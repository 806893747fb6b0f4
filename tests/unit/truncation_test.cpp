#include "fmm/medium/coulomb/truncation.hpp"

#include <gtest/gtest.h>

#include <cmath>

#include "fmm/expansion/gradient.hpp"
#include "fmm/kernels/dispatch.hpp"
#include "tests/unit/box_cloud.hpp"

namespace farsum {
namespace {

using coulomb::truncation_row;
using coulomb::TruncationRow;

TEST(TruncationTable, HasEveryDistanceOfAFarPair) {
  for (int index = 0; index < kOffsets; ++index) {
    const BoxOffset o = offset_of(index);
    if (!Separation{}.occurs(o)) continue;
    EXPECT_EQ(truncation_row(o.squared())->squared_distance, o.squared());
  }
}

TEST(TruncationTable, TakesTheNextSmallerDistanceWhereNoneWasMeasured) {
  EXPECT_EQ(truncation_row(16)->squared_distance, 14);
  EXPECT_EQ(truncation_row(28)->squared_distance, 27);
  EXPECT_EQ(truncation_row(75)->squared_distance, 27);
}

TEST(TruncationTable, AHigherOrderIsNeverWorse) {
  for (const TruncationRow& row : coulomb::kTruncationRows)
    for (int p = 1; p <= kMaxOrder; ++p) {
      EXPECT_GE(row.potential[p], row.potential[p - 1]) << row.squared_distance << ", " << p;
      EXPECT_GE(row.field[p], row.field[p - 1]) << row.squared_distance << ", " << p;
    }
}

TEST(TruncationTable, FarDistancesConvergeFaster) {
  for (int p : {8, 16, 32}) {
    EXPECT_GT(truncation_row(9)->field[p], truncation_row(4)->field[p]);
    EXPECT_GT(truncation_row(18)->field[p], truncation_row(9)->field[p]);
    EXPECT_GT(truncation_row(27)->field[p], truncation_row(18)->field[p]);
  }
}

struct Errors {
  double potential = 0, field = 0;  ///< RMS
};

/// Fresh trials of random charges with sum q^2 = 1 in a box and random targets in the box at the offset, against direct sums.
class Trial {
 public:
  Trial(const BoxOffset& offset, int order)
      : offset_(offset), order_(order), executor_(1), tables_(order, executor_), gradients_(order) {}

  Errors run(int trials) {
    double potential = 0, field = 0;
    for (int trial = 0; trial < trials; ++trial) add(std::uint64_t(trial), potential, field);
    return {std::sqrt(potential / (trials * double(kPoints))), std::sqrt(field / (trials * double(kPoints)))};
  }

 private:
  static constexpr std::size_t kPoints = 64;

  void add(std::uint64_t trial, double& potential, double& field) {
    unit::BoxCloud<double> sources(kPoints, 2 * trial + 900001), targets(kPoints, 2 * trial + 900002);
    for (double& q : sources.q) q = (q > 0 ? 1 : -1) / std::sqrt(double(kPoints));
    const std::size_t length = row_length<double>(order_);
    std::vector<double> rows(5 * length, 0.0), values(4 * kPoints);
    double* const r[5] = {&rows[0], &rows[length], &rows[2 * length], &rows[3 * length], &rows[4 * length]};
    double* const v[4] = {&values[0], &values[kPoints], &values[2 * kPoints], &values[3 * kPoints]};
    AlignedArray<double> scratch(ledger_, kernels::expansion_scratch(order_ + 1));
    const auto& kernels = kernels::kernel_table(CpuTarget::portable).double_precision;
    kernels.project(sources.block(), order_, false, tables_.recurrence(), r[4], scratch.data());
    kernels.translate(tables_.far(offset_index(offset_), order_), &r[4], &r[0], 1, scratch.data());
    gradients_.of_local(r[0], order_, {r[1], r[2], r[3]});
    kernels.evaluate(targets.block(), order_, false, tables_.recurrence(), r, 4, v);
    for (std::size_t i = 0; i < kPoints; ++i) {
      double sum[4] = {v[0][i], -v[1][i], -v[2][i], -v[3][i]};
      for (std::size_t j = 0; j < kPoints; ++j) subtract(sources, targets, i, j, sum);
      potential += sum[0] * sum[0];
      field += sum[1] * sum[1] + sum[2] * sum[2] + sum[3] * sum[3];
    }
  }

  void subtract(const unit::BoxCloud<double>& sources, const unit::BoxCloud<double>& targets, std::size_t i, std::size_t j,
                double (&sum)[4]) const {
    const double d[3] = {targets.x[i] - sources.x[j] - offset_.x, targets.y[i] - sources.y[j] - offset_.y,
                         targets.z[i] - sources.z[j] - offset_.z};
    const double r2 = d[0] * d[0] + d[1] * d[1] + d[2] * d[2], q = sources.q[j] / std::sqrt(r2);
    sum[0] -= q;
    for (int axis = 0; axis < 3; ++axis) sum[axis + 1] -= q / r2 * d[axis];
  }

  BoxOffset offset_;
  int order_;
  Executor executor_;
  TranslationTables<double> tables_;
  GradientRows<double> gradients_;
  MemoryLedger ledger_;
};

void expect_within_two(const BoxOffset& offset, int order) {
  const Errors fresh = Trial(offset, order).run(200);
  const TruncationRow& row = *truncation_row(offset.squared());
  EXPECT_NEAR(-std::log2(fresh.potential), row.potential[order], 1) << "potential, order " << order;
  EXPECT_NEAR(-std::log2(fresh.field), row.field[order], 1) << "field, order " << order;
}

TEST(TruncationTable, HoldsForFreshChargesInTheNearestFarBox) {
  for (int order : {2, 5, 8}) expect_within_two({0, -2, 0}, order);
}

TEST(TruncationTable, HoldsForFreshChargesAcrossTheDiagonal) {
  for (int order : {2, 8, 16}) expect_within_two({2, 2, -2}, order);
}

TEST(TruncationTable, AnotherDistanceIsNoticed) {
  const Errors fresh = Trial({0, 0, 2}, 8).run(50);
  EXPECT_GT(std::abs(-std::log2(fresh.field) - truncation_row(12)->field[8]), 2);
}

}  // namespace
}  // namespace farsum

•••

What is expected -> Make an exact copy of every entry.

Result of the task ->
repository 806893747fb6b0f4
filename tests/unit/truncation_test.cpp
#include "fmm/medium/coulomb/truncation.hpp"

#include <gtest/gtest.h>

#include <cmath>

#include "fmm/expansion/gradient.hpp"
#include "fmm/kernels/dispatch.hpp"
#include "tests/unit/box_cloud.hpp"

namespace farsum {
namespace {

using coulomb::truncation_row;
using coulomb::TruncationRow;

TEST(TruncationTable, HasEveryDistanceOfAFarPair) {
  for (int index = 0; index < kOffsets; ++index) {
    const BoxOffset o = offset_of(index);
    if (!Separation{}.occurs(o)) continue;
    EXPECT_EQ(truncation_row(o.squared())->squared_distance, o.squared());
  }
}

TEST(TruncationTable, TakesTheNextSmallerDistanceWhereNoneWasMeasured) {
  EXPECT_EQ(truncation_row(16)->squared_distance, 14);
  EXPECT_EQ(truncation_row(28)->squared_distance, 27);
  EXPECT_EQ(truncation_row(75)->squared_distance, 27);
}

TEST(TruncationTable, AHigherOrderIsNeverWorse) {
  for (const TruncationRow& row : coulomb::kTruncationRows)
    for (int p = 1; p <= kMaxOrder; ++p) {
      EXPECT_GE(row.potential[p], row.potential[p - 1]) << row.squared_distance << ", " << p;
      EXPECT_GE(row.field[p], row.field[p - 1]) << row.squared_distance << ", " << p;
    }
}

TEST(TruncationTable, FarDistancesConvergeFaster) {
  for (int p : {8, 16, 32}) {
    EXPECT_GT(truncation_row(9)->field[p], truncation_row(4)->field[p]);
    EXPECT_GT(truncation_row(18)->field[p], truncation_row(9)->field[p]);
    EXPECT_GT(truncation_row(27)->field[p], truncation_row(18)->field[p]);
  }
}

struct Errors {
  double potential = 0, field = 0;  ///< RMS
};

/// Fresh trials of random charges with sum q^2 = 1 in a box and random targets in the box at the offset, against direct sums.
class Trial {
 public:
  Trial(const BoxOffset& offset, int order)
      : offset_(offset), order_(order), executor_(1), tables_(order, executor_), gradients_(order) {}

  Errors run(int trials) {
    double potential = 0, field = 0;
    for (int trial = 0; trial < trials; ++trial) add(std::uint64_t(trial), potential, field);
    return {std::sqrt(potential / (trials * double(kPoints))), std::sqrt(field / (trials * double(kPoints)))};
  }

 private:
  static constexpr std::size_t kPoints = 64;

  void add(std::uint64_t trial, double& potential, double& field) {
    unit::BoxCloud<double> sources(kPoints, 2 * trial + 900001), targets(kPoints, 2 * trial + 900002);
    for (double& q : sources.q) q = (q > 0 ? 1 : -1) / std::sqrt(double(kPoints));
    const std::size_t length = row_length<double>(order_);
    std::vector<double> rows(5 * length, 0.0), values(4 * kPoints);
    double* const r[5] = {&rows[0], &rows[length], &rows[2 * length], &rows[3 * length], &rows[4 * length]};
    double* const v[4] = {&values[0], &values[kPoints], &values[2 * kPoints], &values[3 * kPoints]};
    AlignedArray<double> scratch(ledger_, kernels::expansion_scratch(order_ + 1));
    const auto& kernels = kernels::kernel_table(CpuTarget::portable).double_precision;
    kernels.project(sources.block(), order_, false, tables_.recurrence(), r[4], scratch.data());
    kernels.translate(tables_.far(offset_index(offset_), order_), &r[4], &r[0], 1, scratch.data());
    gradients_.of_local(r[0], order_, {r[1], r[2], r[3]});
    kernels.evaluate(targets.block(), order_, false, tables_.recurrence(), r, 4, v);
    for (std::size_t i = 0; i < kPoints; ++i) {
      double sum[4] = {v[0][i], -v[1][i], -v[2][i], -v[3][i]};
      for (std::size_t j = 0; j < kPoints; ++j) subtract(sources, targets, i, j, sum);
      potential += sum[0] * sum[0];
      field += sum[1] * sum[1] + sum[2] * sum[2] + sum[3] * sum[3];
    }
  }

  void subtract(const unit::BoxCloud<double>& sources, const unit::BoxCloud<double>& targets, std::size_t i, std::size_t j,
                double (&sum)[4]) const {
    const double d[3] = {targets.x[i] - sources.x[j] - offset_.x, targets.y[i] - sources.y[j] - offset_.y,
                         targets.z[i] - sources.z[j] - offset_.z};
    const double r2 = d[0] * d[0] + d[1] * d[1] + d[2] * d[2], q = sources.q[j] / std::sqrt(r2);
    sum[0] -= q;
    for (int axis = 0; axis < 3; ++axis) sum[axis + 1] -= q / r2 * d[axis];
  }

  BoxOffset offset_;
  int order_;
  Executor executor_;
  TranslationTables<double> tables_;
  GradientRows<double> gradients_;
  MemoryLedger ledger_;
};

void expect_within_two(const BoxOffset& offset, int order) {
  const Errors fresh = Trial(offset, order).run(200);
  const TruncationRow& row = *truncation_row(offset.squared());
  EXPECT_NEAR(-std::log2(fresh.potential), row.potential[order], 1) << "potential, order " << order;
  EXPECT_NEAR(-std::log2(fresh.field), row.field[order], 1) << "field, order " << order;
}

TEST(TruncationTable, HoldsForFreshChargesInTheNearestFarBox) {
  for (int order : {2, 5, 8}) expect_within_two({0, -2, 0}, order);
}

TEST(TruncationTable, HoldsForFreshChargesAcrossTheDiagonal) {
  for (int order : {2, 8, 16}) expect_within_two({2, 2, -2}, order);
}

TEST(TruncationTable, AnotherDistanceIsNoticed) {
  const Errors fresh = Trial({0, 0, 2}, 8).run(50);
  EXPECT_GT(std::abs(-std::log2(fresh.field) - truncation_row(12)->field[8]), 2);
}

}  // namespace
}  // namespace farsum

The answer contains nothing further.